Dördüncü duvarı yıkma tekniğiyle çekilen dizileri sevdiğim için başladım. Komedi denmiş ama trajikomik demek daha mantıklı. Travmalarını duygusallıktan uzak, sayısız partnerle ilişkiye girerek atlatmaya çalışan bir kadını izliyoruz 2 sezon. Sonunda yolun bu olmadığını anlıyor. Herkesin kolay izleyebileceği bir dizi değil. Meraklısı zaten bulur.  

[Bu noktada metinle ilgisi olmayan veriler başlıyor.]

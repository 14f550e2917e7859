package api

import (
	"net/url"
	"testing"
	"time"
)

// FuzzRunFilter: any query string either gives a filter within its bounds
// or an error naming a parameter; it never panics.
func FuzzRunFilter(f *testing.F) {
	for _, s := range []string{"", "state=running", "since=2026-12-01&until=2026-12-02T00:00:00Z",
		"limit=10000", "limit=0", "fixture=%00", "since=2026-02-30", "until=9999-12-31", "since=2262-04-12", "since=1677-09-20T00:00:00Z", "x=1"} {
		f.Add(s)
	}
	f.Fuzz(func(t *testing.T, s string) {
		q, err := url.ParseQuery(s)
		if err != nil {
			return
		}
		rf, err := runFilter(q)
		if err != nil {
			if err.Error() == "" {
				t.Fatal("empty error message")
			}
			return
		}
		for _, tm := range []time.Time{rf.Since, rf.Until} {
			if !tm.IsZero() && time.Unix(0, tm.UnixNano()).Compare(tm) != 0 {
				t.Fatalf("time %s from %q does not fit in Unix nanoseconds", tm, s)
			}
		}
		if rf.Limit < 0 || rf.Limit > 10000 {
			t.Fatalf("limit %d out of range from %q", rf.Limit, s)
		}
		if rf.State != "" && !map[string]bool{"queued": true, "running": true, "finished": true, "aborted": true, "failed": true}[string(rf.State)] {
			t.Fatalf("state %q accepted from %q", rf.State, s)
		}
	})
}
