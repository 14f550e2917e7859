package api

import (
	"context"
	"net/http"
	"sync"
	"testing"

	"hystd/acq/store"
)

// fakeOutbox holds quarantined entries in memory.
type fakeOutbox struct {
	mu sync.Mutex
	q  []store.OutboxEntry
}

func (f *fakeOutbox) Quarantined(context.Context, int) ([]store.OutboxEntry, error) {
	f.mu.Lock()
	defer f.mu.Unlock()
	var out []store.OutboxEntry
	for _, e := range f.q {
		if e.State == "quarantined" {
			out = append(out, e)
		}
	}
	return out, nil
}

func (f *fakeOutbox) Requeue(_ context.Context, id int64) error {
	f.mu.Lock()
	defer f.mu.Unlock()
	for i := range f.q {
		if f.q[i].ID == id {
			f.q[i].State = "pending"
		}
	}
	return nil
}

func TestOutboxEndpoints(t *testing.T) {
	ob := &fakeOutbox{q: []store.OutboxEntry{
		{ID: 1, RunID: "RUN-A", Loop: 1, State: "quarantined", LastError: "HTTP 400: unsupported path requested: /insrt/0/influx/api/v2/write"},
		{ID: 2, RunID: "RUN-A", Loop: 2, State: "quarantined", LastError: "HTTP 400: unsupported path"},
		{ID: 3, RunID: "RUN-B", Loop: 1, State: "quarantined", LastError: "HTTP 400: unsupported path"},
	}}
	e := newEnv(t, Options{Token: testToken, Outbox: ob})
	code, m, _ := e.do(t, "GET", "/api/v1/outbox", "", "", nil)
	if code != http.StatusOK || len(m["quarantined"].([]any)) != 3 {
		t.Fatalf("GET /api/v1/outbox: %d %v", code, m)
	}
	first := m["quarantined"].([]any)[0].(map[string]any)
	if first["run_id"] != "RUN-A" || first["reason"] != ob.q[0].LastError {
		t.Errorf("first entry %v", first)
	}
	tests := []struct {
		name, query, token string
		want, left         int
	}{
		{"no token", "?run=RUN-A", "", http.StatusUnauthorized, 3},
		{"neither run nor all", "", testToken, http.StatusBadRequest, 3},
		{"both", "?run=RUN-A&all=true", testToken, http.StatusBadRequest, 3},
		{"unknown parameter", "?rn=RUN-A", testToken, http.StatusBadRequest, 3},
		{"unknown run", "?run=RUN-X", testToken, http.StatusNotFound, 3},
		{"one run", "?run=RUN-A", testToken, http.StatusOK, 1},
		{"all", "?all=true", testToken, http.StatusOK, 0},
		{"nothing left", "?all=true", testToken, http.StatusNotFound, 0},
	}
	for _, tc := range tests {
		code, m, _ := e.do(t, "POST", "/api/v1/outbox/requeue"+tc.query, tc.token, "", nil)
		if code != tc.want {
			t.Errorf("%s: HTTP %d %v, want %d", tc.name, code, m, tc.want)
		}
		if q, _ := ob.Quarantined(context.Background(), 0); len(q) != tc.left {
			t.Errorf("%s: %d quarantined left, want %d", tc.name, len(q), tc.left)
		}
	}
}
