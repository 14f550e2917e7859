package api

import (
	"context"
	"encoding/json"
	"errors"
	"io"
	"net/http"
	"net/http/httptest"
	"strings"
	"testing"
	"time"

	"hystd/acq/config"
	"hystd/acq/imports"
	"hystd/acq/imports/importstest"
	"hystd/acq/record"
	"hystd/acq/store/memstore"
)

// importRunner imports into a memstore with the test fixture and specimen
// of acq/imports (the daemon does the same with its config's).
type importRunner struct {
	st *memstore.Store
	fx config.Fixture
	sp config.Specimen
}

func (importRunner) Submit(context.Context, string, []byte) (string, error) {
	return "", errors.New("no")
}
func (importRunner) Abort(context.Context, string) error { return errors.New("no") }
func (r importRunner) Import(ctx context.Context, fixture, specimen, name string, data []byte) (record.Run, []record.Loop, error) {
	if fixture != r.fx.Name || specimen != r.sp.ID {
		return record.Run{}, nil, badRequestf("unknown fixture or specimen")
	}
	return imports.Import(ctx, imports.Options{File: name, Data: data, Fixture: r.fx, Specimen: r.sp,
		Now: time.Date(2026, 3, 4, 9, 0, 0, 0, time.UTC), Writer: r.st})
}

func TestImportEndpoint(t *testing.T) {
	fx, err := config.LoadFixture("../imports/testdata/fixture-import.yaml")
	if err != nil {
		t.Fatal(err)
	}
	sp, err := config.LoadSpecimen("../imports/testdata/specimen-direct.yaml")
	if err != nil {
		t.Fatal(err)
	}
	st := memstore.New(time.Now)
	h, err := New(Options{Reader: st, Runner: importRunner{st, fx, sp}, Token: "s3cret"})
	if err != nil {
		t.Fatal(err)
	}
	srv := httptest.NewServer(h)
	defer srv.Close()
	post := func(token, query, body string) (int, string) {
		req, _ := http.NewRequest("POST", srv.URL+"/api/v1/imports?"+query, strings.NewReader(body))
		req.Header.Set("Content-Type", "text/csv")
		if token != "" {
			req.Header.Set("Authorization", "Bearer "+token)
		}
		resp, err := http.DefaultClient.Do(req)
		if err != nil {
			t.Fatal(err)
		}
		defer resp.Body.Close()
		b, _ := io.ReadAll(resp.Body)
		return resp.StatusCode, string(b)
	}
	q := "fixture=hollin-ring-1&specimen=HX-001&name=old.csv"
	if code, _ := post("", q, importstest.CoarseTanh()); code != http.StatusUnauthorized {
		t.Errorf("no token: %d, want 401", code)
	}
	code, body := post("s3cret", q, "t,I (mA),psi\n0,0,0\n1,zero,0\n")
	if code != http.StatusBadRequest || !strings.Contains(body, "old.csv:3: column I:") {
		t.Errorf("bad file: %d %s", code, body)
	}
	if runs, _ := st.Runs(context.Background(), record.RunFilter{}); len(runs) != 0 {
		t.Fatalf("%d runs stored by refused requests", len(runs))
	}
	code, body = post("s3cret", q, importstest.CoarseTanh())
	if code != http.StatusCreated {
		t.Fatalf("import: %d %s", code, body)
	}
	var rep struct {
		RunID      string                       `json:"run_id"`
		Provenance string                       `json:"provenance"`
		Loops      []map[string]json.RawMessage `json:"loops"`
	}
	if err := json.Unmarshal([]byte(body), &rep); err != nil {
		t.Fatal(err)
	}
	if len(rep.Loops) != 1 || !strings.HasPrefix(rep.Provenance, "imported from old.csv (sha256 ") {
		t.Fatalf("reply %s", body)
	}
	for _, k := range []string{"hmax_a_m", "bmax_t", "br_t", "hcb_a_m", "hcj_a_m", "mu_a", "loss_j_m3", "bhmax_j_m3"} {
		if _, ok := rep.Loops[0][k]; !ok {
			t.Errorf("key %s missing: %s", k, body)
		}
	}
	if _, err := st.Run(context.Background(), rep.RunID); err != nil {
		t.Errorf("stored run: %v", err)
	}
}
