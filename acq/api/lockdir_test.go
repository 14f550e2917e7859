package api

import (
	"os"
	"testing"

	"hystd/drivers/link"
)

// TestMain gives this package's tests a lock directory of their own, so
// that fixture locks (every test fixture has the same name) never collide
// with another test binary or another hystd on the machine.
func TestMain(m *testing.M) {
	dir, err := os.MkdirTemp("", "hystd-locks-")
	if err != nil {
		panic(err)
	}
	os.Setenv(link.LockDirEnv, dir)
	code := m.Run()
	os.RemoveAll(dir)
	os.Exit(code)
}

Fleabag, Phoebe Waller-Bridge tarafından yaratılan İngiliz komedi-drama televizyon dizisi. Waller-Bridge, Londra'da özgür ruhlu ve cinsel açıdan aktif ama öfkeli ve kafası karışmış genç bir kadın olan baş karakter olarak rol alıyor.

321-The Big Bang Theory


Sanırım en sevdiğim dizi bu. Epey sezonu da var, kısa, yormayan, eğlenceli bir dizi. Kafa boşaltmak için ideal.

322- Young Sheldon

The Big Bang Theory dizisindeki baş karakter Sheldon'ın çocukluğunu anlatan dizi Netflix'te. Ve çok tatlı bir karakter, ailecek seyredilebilecek bir dizi. The Big Bang Theory de annesini oynayan karakterin kızı bu dizide de çocuk halinin annesini oynuyor.



Zeytin Ağacı 2. Sezon Netflix'te

 318- Zeytin Ağacı


Bu diziye büyük bir merakla başladım. Aile dizimi çalışmalarını patlatmıştı. Bu konunun araştırılmasına vesile oldu ve dizilim yapanlara iyi paralar kazandırdı. 

İlk sezonu da bir günde izlemiştim. İkinci sezonu da aynı izledim. Karakterleri hatırlasam da ilk sezon neler olduğunu çok da hatırlamadığımı gördüm. Oysa çok etkilendiğimiz yapımları yıllar sonra bile ürpererek ya da sevinçle hatırlarız. Olan bitenden bize kalan hep duyguyla zihnimize işlenendir.

Bunları safsata bulan doktorun kendi içinde yaşadığı yolculukta farkındalıklarının artmasıyla mesleğini bırakıp bu işe koyulduğunu gördük. 

Amma velakin yakın arkadaş olan üç kızın da hiç bir sorununa derman olmadı. Keşke öyle bir mekanizma olsa, düğmeye bassak bu başımıza neden geldi, öğrensek ve çözsek. 

Dede koruk yer torunun dişi kamaşır diye atasözümüz var bizim. Elbette üzerimizde veballer olabilir. Ama suçların şahsiliği ilkesi de var hem hukukta hem de dinimizde. Elimizden geldiği kadar farkındalıklarımızı artırıp kazasız belasız yaşamaya bakacağız.   

Hasılı kelam dizi dağı fare doğurdu, güzel kadınlar, yakışıklı adamlar ve Ayvalık manzarası dışında bir şey vaad etmiyor dizi. Ben yanında koca bir çanta ördüm, kendime tatil verdiğim bir günde izledim. Yanıma kar kalan çanta:)) 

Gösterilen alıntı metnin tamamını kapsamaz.